皇椅扶手被钟杨抓得死死的,上面的金漆都被钟杨的指甲刮落了不少。这一局,又是摄政王胜,钟杨四胜五负败。他还没开口答应,殿外便出来了熟悉的女声。
“何人如此大胆,竟然想坏本公主的清白!”(。),。
第九十七章 朝堂博弈(4)()
“羽湘公主到!”门外通传的太监奸细的声音一贯的刺耳。
一身亮粉色宫装的风舒安不疾不徐地步入殿内,走到皇上龙椅下的阶梯前停了下来,标准地行了个大礼:“羽湘参见皇上,吾皇万岁万岁万万岁!”
不知为何,看到不请自来信心十足的风舒安,钟杨不安的心瞬间便定了下来。
“不必多礼,皇妹可知后宫不得干政?此番奔宣室殿来,所谓何事?”钟杨故作严肃地维持着自己皇帝应有的仪态。
风舒安知道这是宣誓殿,自然不会不分场合调笑他,便嘟着嘴巴不满地道:“不过听闻今日朝中不少朝臣商量要皇兄下旨处死羽湘,羽湘委屈,便想着来此问问百官为何要如此针对羽湘。可不想刚来到宣室殿门外,便听到有人要坏本公主清白!”
她边说便缓缓地走到轩辕凛澈身前,张着大大的眼睛扑闪扑闪地望着他,粉嫩的薄唇轻启:“摄政王,是你要坏本公主的清白么?”
轩辕凛澈自问见过比风舒安漂亮的美人儿多了去了,可不知为何还是被风舒安这幅故作娇柔的姿态弄得心神恍惚了一下,低头不再去看风舒安的脸:“公主误会了,方才原丞相说公主怀有身孕,臣便建议皇上找当值的所有太医来给公主把脉,还公主一个清白,以免有心人加害公主。”
轩辕凛澈那姿态,那语气,真是要多温柔有多温柔,仿佛他真的当风舒安是君,自己是臣,真心真意为她着想一样。便是这幅恭敬公正知进退的姿态,天下间谁人说起摄政王不是一昧赞叹的?只是少有人知道,他这幅假面具下藏着的是如何张狂的内心,世人皆知摄政王爱红衣,但都觉得温润如玉的摄政王驾驭不了霸气妖娆的红衣,鲜有人知道他不披这幅假笑容之时,红衣与他多么的般配。风舒安便是偶尔撞见了摄政王身穿红衣进宫之时驭下的模样,才知道了论演戏,当真世间无人能及轩辕凛澈,便亦是那时得知,他窥探了自己的秘密。
“哦?”风舒安的嘴巴微微张成了“o”型,“原本不是摄政王要加害本公主。原丞相是吧?不好意思,本公主进宫的时日不多,虽然本公主早已是远近闻名了,可这朝中之人实在是没几个认识的。敢问哪位是原大丞相?”

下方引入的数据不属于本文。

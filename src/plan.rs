//! The plan: a workload resolved and ready to run — sizes sorted, defaults filled in, steps
//! built. It is the second stage after the spec (what the user wrote, checked); the runner
//! only ever sees a plan.

use crate::patterns::{Params, Step, StepDef};
use crate::spec::model::{ColumnKind, EngineChoice, Feed, Order};
use std::sync::Arc;

/// A workload ready to run.
#[derive(Clone)]
pub struct Plan {
    /// The file it came from (for messages and results).
    pub file: String,
    /// Hash of the spec's text (xxh3, hex).
    pub spec_hash: String,
    pub spec_text: String,
    pub name: String,
    pub about: String,
    pub seed: u64,
    /// The first table's columns (what built-in steps receive).
    pub columns: Vec<ColumnPlan>,
    /// Every table, the first one first (a lone `table:` is one table named `data`).
    pub tables: Vec<TablePlan>,
    /// True when the spec used `tables:` (each table's values are then drawn with a seed
    /// mixed with its name, so equal column names in two tables differ).
    pub related: bool,
    /// Increasing row counts.
    pub sizes: Vec<u64>,
    pub target: Option<u64>,
    pub budget: Budget,
    pub designs: Vec<DesignPlan>,
    pub outputs_differ: Option<String>,
    /// The workload's regression threshold for the gate (a share).
    pub gate_threshold: Option<f64>,
}

/// Limits of a sweep, resolved.
#[derive(Debug, Clone, Copy, PartialEq, serde::Serialize, serde::Deserialize)]
pub struct Budget {
    pub per_point_s: f64,
    pub whole_run_s: f64,
    pub precision: f64,
    pub min_samples: u64,
    pub max_samples: u64,
    pub warmup: u64,
}

/// One design, resolved.
#[derive(Clone)]
pub struct DesignPlan {
    pub name: String,
    pub about: Option<String>,
    pub feed: Feed,
    pub engine: EngineChoice,
    /// Untimed, once per size, before sampling.
    pub setup: Vec<StepPlan>,
    /// Timed.
    pub steps: Vec<StepPlan>,
    /// Canonical growth labels the trade expects ("n", "n²", …).
    pub expect_time: Option<&'static str>,
    pub expect_bytes: Option<&'static str>,
    /// Dtypes the design is meant to end with, by column ("kilograms" → "f64").
    pub expect_dtypes: Vec<(String, &'static str)>,
    /// The optimized plan of each `sql` step, as polars describes it when the query is
    /// planned against the declared (empty) tables; filled in by the query check.
    pub query_plans: Vec<String>,
}

impl DesignPlan {
    /// `append_rows{batch=1, consolidate=each} → …`
    pub fn recipe(&self) -> String {
        let timed = self.steps.iter().map(|s| s.label.clone()).collect::<Vec<_>>().join(" → ");
        if self.setup.is_empty() {
            timed
        } else {
            let setup = self.setup.iter().map(|s| s.label.clone()).collect::<Vec<_>>().join(" → ");
            format!("(untimed: {setup}) → {timed}")
        }
    }
    /// The largest disk factor of its steps (0 when nothing is written).
    pub fn disk_factor(&self) -> f64 {
        self.setup.iter().chain(&self.steps).map(|s| s.def.disk_factor).fold(0.0, f64::max)
    }
    /// The largest memory factor of its steps.
    pub fn memory_factor(&self) -> f64 {
        self.setup.iter().chain(&self.steps).map(|s| s.def.memory_factor).fold(1.0, f64::max)
    }
}

/// One step with its parameters and its runnable form.
#[derive(Clone)]
pub struct StepPlan {
    pub def: &'static StepDef,
    pub params: Params,
    pub label: String,
    pub runner: Arc<dyn Step>,
}

/// A column of the synthetic table with every default filled in.
#[derive(Debug, Clone, PartialEq, serde::Serialize, serde::Deserialize)]
pub struct ColumnPlan {
    pub name: String,
    pub kind: ColumnKind,
    pub nulls: f64,
    /// Number of distinct values to draw from (None: continuous, or unique keys).
    pub distinct: Option<u64>,
    pub range: RangePlan,
    pub order: Order,
    pub run: u64,
    pub skew: f64,
    pub duplicates: f64,
    pub length: (u32, u32),
    pub true_share: f64,
    /// `table.column` of the key this column draws its values from.
    #[serde(default, skip_serializing_if = "Option::is_none")]
    pub references: Option<String>,
    /// Share of rows whose reference has no match.
    #[serde(default)]
    pub unmatched: f64,
}

/// One named table of the workload.
#[derive(Debug, Clone, PartialEq)]
pub struct TablePlan {
    pub name: String,
    pub rows: RowsPlan,
    pub columns: Vec<ColumnPlan>,
}

/// How a table's row count follows the swept size.
#[derive(Debug, Clone, Copy, PartialEq)]
pub enum RowsPlan {
    /// The swept size itself.
    Swept,
    /// `num/den` of the swept size, at least one row.
    Share(u64, u64),
    /// A fixed count at every size.
    Fixed(u64),
}

impl RowsPlan {
    /// Rows at swept size `n`.
    pub fn at(self, n: u64) -> u64 {
        match self {
            RowsPlan::Swept => n,
            RowsPlan::Share(a, b) => ((n as u128 * a as u128 / b.max(1) as u128) as u64).max(1),
            RowsPlan::Fixed(k) => k,
        }
    }
    pub fn label(self) -> String {
        match self {
            RowsPlan::Swept => "the swept size".into(),
            RowsPlan::Share(a, b) => format!("{a}/{b} of the swept size"),
            RowsPlan::Fixed(k) => format!("{k} rows"),
        }
    }
}

impl TablePlan {
    /// Estimated in-memory bytes at swept size `n`.
    pub fn bytes(&self, n: u64) -> f64 {
        self.columns.iter().map(|c| c.bytes_per_row()).sum::<f64>() * self.rows.at(n) as f64
    }
}

/// A value range, typed by column kind. Dates are days since 1970-01-01.
#[derive(Debug, Clone, Copy, PartialEq, serde::Serialize, serde::Deserialize)]
pub enum RangePlan {
    None,
    Int(i64, i64),
    Float(f64, f64),
    Date(i32, i32),
}

impl ColumnPlan {
    /// Bytes one row of this column takes in memory, roughly (values + validity).
    pub fn bytes_per_row(&self) -> f64 {
        let validity = if self.nulls > 0.0 { 0.125 } else { 0.0 };
        let value = match self.kind {
            ColumnKind::Int | ColumnKind::Float | ColumnKind::Key => 8.0,
            ColumnKind::Bool => 0.125,
            ColumnKind::Date => 4.0,
            // Views are 16 bytes; words longer than 12 bytes also live in a data buffer.
            ColumnKind::Text => 16.0 + if self.length.1 > 12 { (self.length.0 + self.length.1) as f64 / 2.0 } else { 0.0 },
            ColumnKind::Category => 4.0,
        };
        value + validity
    }
}

impl Plan {
    /// Estimated in-memory bytes of every table at swept size `rows`.
    pub fn table_bytes(&self, rows: u64) -> f64 {
        self.tables.iter().map(|t| t.bytes(rows)).sum()
    }
}
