//! A prediction whose table outgrows a cache level that held it at every fitted size.
//!
//! Why: a step that holds its data in a cache pays less per row than the same step once the
//! data has to come from the next level out, and that step lies past the fitted sizes, where
//! no curve of them can show it. On this project's 2-core Xeon (2 MiB of L2 per core),
//! type-drift's vectorised cast cost 1.4 ns a row at 64k rows and 3.1 ns from 256k on; fitted
//! on sizes up to 64k, its prediction at 256k was 64–66% low in three sweeps of three, and
//! cell-reads' four cheap designs, whose table leaves the L2 between 16k and 64k rows, were
//! 26–62% low the same way. The tool cannot know how large the step is, but it can say
//! where it lies: the run records the caches (`RunHeader::caches`) and every size's table
//! estimate, so a prediction that carries the table past a level is marked, with the size to
//! measure. Only for a rows sweep (a groups or columns sweep keeps the rows fixed) and where
//! the run recorded its caches.
//!
//! The rule lives with the analysis because two stages read it: `explain`'s `caches` finding
//! (on the prediction at the target) and the hold-out check of `explain --fit-up-to`
//! (`HoldoutCheck::caches_passed`, between the largest fitted size and each checked one),
//! which the accuracy bench counts; `lint` asks it too, before anything runs.
//!
//! Only the levels a core has to itself from L2 on count ([`counted`]). A table within the
//! L1 is a few thousand rows, where fixed costs dominate every step measured here. A level
//! shared by several cores is shared with whatever else runs, and on a virtual machine its
//! reported size need not be what the guest gets: this project's 2-core VM reports a 480 MiB
//! L3, and no step of the catalog measured a change of pace near that size (sql-filter-join
//! grew ×3.9 from 4M to 16M rows, tables of 111 and 443 MiB).

use crate::analyse::DesignAnalysis;
use crate::results::reader::WorkloadResults;
use crate::results::CacheLevel;

/// Where a prediction's table passes cache levels the fitted sizes stayed within.
#[derive(Debug, Clone, PartialEq)]
pub struct Crossing {
    /// The largest fitted size and its table's estimated bytes.
    pub fitted_rows: u64,
    pub fitted_bytes: f64,
    /// The predicted size and its table's bytes, scaled from the fitted size by rows.
    pub target_rows: u64,
    pub target_bytes: f64,
    /// The levels passed, smallest first.
    pub levels: Vec<CacheLevel>,
    /// About where the table passes the first of them.
    pub past_rows: u64,
}

/// The crossing of `da`'s time prediction, if its table passes a cache level between the
/// largest fitted size and the predicted one.
pub fn crossing(w: &WorkloadResults, da: &DesignAnalysis) -> Option<Crossing> {
    if !w.header.axis().is_rows() || w.caches.is_empty() {
        return None;
    }
    let p = da.prediction.as_ref()?;
    // The largest fitted size: the prediction says how far past it the target lies.
    let reach = p.rows as f64 / p.beyond_fitted();
    let fitted_rows = da.measured_sizes.iter().copied().filter(|r| (*r as f64) <= reach * 1.01).max()?;
    let fitted_bytes = w.table_bytes(fitted_rows).filter(|b| *b > 0.0)?;
    levels_passed(fitted_rows, fitted_bytes, p.rows, &w.caches)
}

/// Whether a cache level counts: L2 or further out, private to one core.
pub fn counted(c: &CacheLevel) -> bool {
    c.level >= 2 && c.shared_by == 1
}

/// The rule on plain numbers: [`counted`] levels with the fitted table within them and the
/// target's table (scaled by rows) past them.
pub fn levels_passed(fitted_rows: u64, fitted_bytes: f64, target_rows: u64, caches: &[CacheLevel]) -> Option<Crossing> {
    if target_rows <= fitted_rows || fitted_rows == 0 {
        return None;
    }
    let target_bytes = fitted_bytes * target_rows as f64 / fitted_rows as f64;
    let levels: Vec<CacheLevel> =
        caches.iter().copied().filter(|c| counted(c) && fitted_bytes <= c.bytes as f64 && (c.bytes as f64) < target_bytes).collect();
    let first = levels.first()?;
    let past_rows = (fitted_rows as f64 * first.bytes as f64 / fitted_bytes).ceil() as u64;
    Some(Crossing { fitted_rows, fitted_bytes, target_rows, target_bytes, levels, past_rows })
}

/// "the L2 cache (2.00 MiB)", "the L2 and L3 caches (2.00 MiB, 480 MiB)".
pub fn levels_text(levels: &[CacheLevel]) -> String {
    let names: Vec<String> = levels.iter().map(|c| format!("L{}", c.level)).collect();
    let sizes: Vec<String> = levels.iter().map(|c| crate::units::bytes(c.bytes as f64)).collect();
    match names.split_last() {
        Some((last, [])) => format!("the {last} cache ({})", sizes[0]),
        Some((last, rest)) => format!("the {} and {last} caches ({})", rest.join(", "), sizes.join(", ")),
        None => String::new(),
    }
}

#[cfg(test)]
mod tests {
    use super::*;

    fn xeon() -> Vec<CacheLevel> {
        // This project's machine as sysfs lists it: 48 KiB L1d and 2 MiB L2 per core, a 480 MiB
        // L3 shared by both.
        vec![
            CacheLevel { level: 1, bytes: 48 << 10, shared_by: 1 },
            CacheLevel { level: 2, bytes: 2 << 20, shared_by: 1 },
            CacheLevel { level: 3, bytes: 480 << 20, shared_by: 2 },
        ]
    }

    #[test]
    fn a_target_past_the_l2_is_marked_with_the_size_to_measure() {
        // A 1 MiB table at 64k rows (16 bytes a row), predicted at 1M rows (16 MiB): past the
        // 2 MiB L2 from 128k rows on; the L3 still holds it.
        let c = levels_passed(65_536, 1_048_576.0, 1_048_576, &xeon()).expect("a crossing");
        assert_eq!(c.levels.iter().map(|l| l.level).collect::<Vec<_>>(), vec![2]);
        assert_eq!(c.past_rows, 131_072);
        assert_eq!(c.target_bytes, 16.0 * 1_048_576.0);
        assert_eq!(levels_text(&c.levels), "the L2 cache (2.00 MiB)");
    }

    #[test]
    fn a_table_already_past_a_level_or_a_target_within_it_is_not_marked() {
        // Past the L2 at the largest fitted size already (4 MiB), within the L3 at the target.
        assert!(levels_passed(262_144, 4.0 * 1_048_576.0, 4_194_304, &xeon()).is_none());
        // Past the L1 already and within the L2 at both (100 kB, then 400 kB).
        assert!(levels_passed(1_000, 100_000.0, 4_000, &xeon()).is_none());
        // No caches recorded, or a target inside the fitted sizes.
        assert!(levels_passed(65_536, 1_048_576.0, 1_048_576, &[]).is_none());
        assert!(levels_passed(65_536, 1_048_576.0, 65_536, &xeon()).is_none());
    }

    #[test]
    fn only_the_private_levels_from_l2_on_count() {
        // 40 kB to 4 GB: past the L1, the L2 and the shared L3; only the L2 is named.
        let c = levels_passed(1_000, 40_000.0, 100_000_000, &xeon()).expect("a crossing");
        assert_eq!(c.levels.iter().map(|l| l.level).collect::<Vec<_>>(), vec![2]);
        assert_eq!(c.past_rows, 52_429);
        // Past the shared L3 alone: nothing.
        assert!(levels_passed(1_000_000, 100e6, 100_000_000, &xeon()).is_none());
        // A processor with a private L3 too (two levels passed at once are both named).
        let private = [CacheLevel { level: 2, bytes: 1 << 20, shared_by: 1 }, CacheLevel { level: 3, bytes: 8 << 20, shared_by: 1 }];
        let c = levels_passed(1_000, 500_000.0, 100_000, &private).expect("a crossing");
        assert_eq!(levels_text(&c.levels), "the L2 and L3 caches (1.00 MiB, 8.00 MiB)");
        assert_eq!(c.past_rows, 2_098);
    }
}
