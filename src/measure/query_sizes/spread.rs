//! How a column's values are spread, as the generator draws them (see the module above).

use crate::plan::{ColumnPlan, TablePlan};
use crate::results::schema::RangePlan;
use crate::spec::model::ColumnKind;

/// How a column's values are spread: the sum of their squared shares, the largest share,
/// both counting only the rows that can match (not null).
#[derive(Debug, Clone, Copy, PartialEq)]
pub struct Spread {
    pub sum_sq: f64,
    pub largest: f64,
}

/// The share of row pairs of two columns that are equal: at most √(Σp²·Σq²), max p, max q.
pub fn match_share(a: &Spread, b: &Spread) -> f64 {
    (a.sum_sq * b.sum_sq).sqrt().min(a.largest).min(b.largest).min(1.0)
}

/// [`Spread`] of column `c` of table `t` at `rows` rows of the swept size, as the generator
/// draws it.
pub fn values(c: &ColumnPlan, t: &TablePlan, tables: &[TablePlan], rows: u64) -> Spread {
    let own = t.rows.at(rows).max(1) as f64;
    let over = |d: f64, skew: f64| if skew > 0.0 { zipf_spread(d, skew) } else { Spread { sum_sq: 1.0 / d, largest: 1.0 / d } };
    let referenced = c.references.as_deref().and_then(|r| {
        let (table, _) = r.split_once('.')?;
        let keys = tables.iter().find(|x| x.name == table)?.rows.at(rows).max(1) as f64;
        let drawn = (c.coverage * keys).ceil().clamp(1.0, keys);
        let z = over(drawn, c.skew);
        // The unmatched share is spread over as many values above the keys.
        let u = c.unmatched.clamp(0.0, 1.0);
        Some(Spread { sum_sq: (1.0 - u).powi(2) * z.sum_sq + u * u / keys, largest: ((1.0 - u) * z.largest).max(u / keys) })
    });
    let span = |a: f64, b: f64| (b - a).abs() + 1.0;
    let spread = match (referenced, c.distinct, c.kind, c.range) {
        (Some(s), _, _, _) => s,
        (None, Some(d), _, _) => over(d.max(1) as f64, c.skew),
        (None, None, ColumnKind::Bool, _) => {
            let t = c.true_share.clamp(0.0, 1.0);
            Spread { sum_sq: t * t + (1.0 - t) * (1.0 - t), largest: t.max(1.0 - t) }
        }
        (None, None, ColumnKind::Int, RangePlan::Int(a, b)) => over(span(a as f64, b as f64), 0.0),
        (None, None, ColumnKind::Date, RangePlan::Date(a, b)) => over(span(a as f64, b as f64), 0.0),
        // A key repeats earlier keys in its `duplicates` share: fewer values, counts unknown.
        (None, None, ColumnKind::Key, _) if c.duplicates > 0.0 => Spread { sum_sq: 1.0 / (own * (1.0 - c.duplicates).max(1e-9)), largest: 1.0 },
        _ => over(own, 0.0),
    };
    let live = (1.0 - c.nulls).clamp(0.0, 1.0);
    Spread { sum_sq: spread.sum_sq * live * live, largest: spread.largest * live }
}

/// Σp² and max p of Zipf(`s`) over `d` values (p_k ∝ k^-s, the generator's alias table): the
/// first 100 000 terms summed, the rest by the integral of x^-s.
fn zipf_spread(d: f64, s: f64) -> Spread {
    let head = d.min(100_000.0) as u64;
    let (mut h1, mut h2) = (0.0_f64, 0.0_f64);
    for k in 1..=head {
        let w = (k as f64).powf(-s);
        h1 += w;
        h2 += w * w;
    }
    if d > head as f64 {
        let tail = |e: f64| {
            let (a, b) = (head as f64 + 0.5, d + 0.5);
            if (e - 1.0).abs() < 1e-12 { (b / a).ln() } else { (b.powf(1.0 - e) - a.powf(1.0 - e)) / (1.0 - e) }
        };
        h1 += tail(s);
        h2 += tail(2.0 * s);
    }
    Spread { sum_sq: h2 / (h1 * h1), largest: 1.0 / h1 }
}

#[cfg(test)]
mod tests {
    use super::*;

    #[test]
    fn zipf_shares_match_a_direct_sum() {
        // Reference values: the same sums term by term in Python 3.11 floats (this session):
        // Σp² and max p of Zipf(s) over d values, p_k = k^-s / Σ j^-s.
        for (d, s, sum_sq, largest) in [
            (14.0, 0.6, 0.093_605_564_084_918_95, 0.187_488_795_682_185),
            (3_000_000.0, 1.1, 0.021_460_890_497_703_736, 0.119_991_803_062_505_23),
            (2_000_000.0, 0.5, 1.887_682_502_903_854_9e-6, 0.000_353_735_984_965_800_6),
        ] {
            let z = zipf_spread(d, s);
            assert!((z.sum_sq / sum_sq - 1.0).abs() < 1e-3, "d={d} s={s}: {z:?}");
            assert!((z.largest / largest - 1.0).abs() < 1e-3, "d={d} s={s}: {z:?}");
        }
    }
}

原博听罢,似乎是为风舒安不知廉耻还说自己“远近闻名”的话语污了耳朵,顿时撇开脸不去看她,正好这一举动被风舒安看在眼里。她哪里不知道哪个是原博?不过是故意的罢了。
“哎哟,想必这位便是原丞相了,怎么还跪在了地上,地板如此寒凉,丞相若是一个不小心生了病可是国家的损失啊!”风舒安一脸的心疼状,钟杨听了可不依了。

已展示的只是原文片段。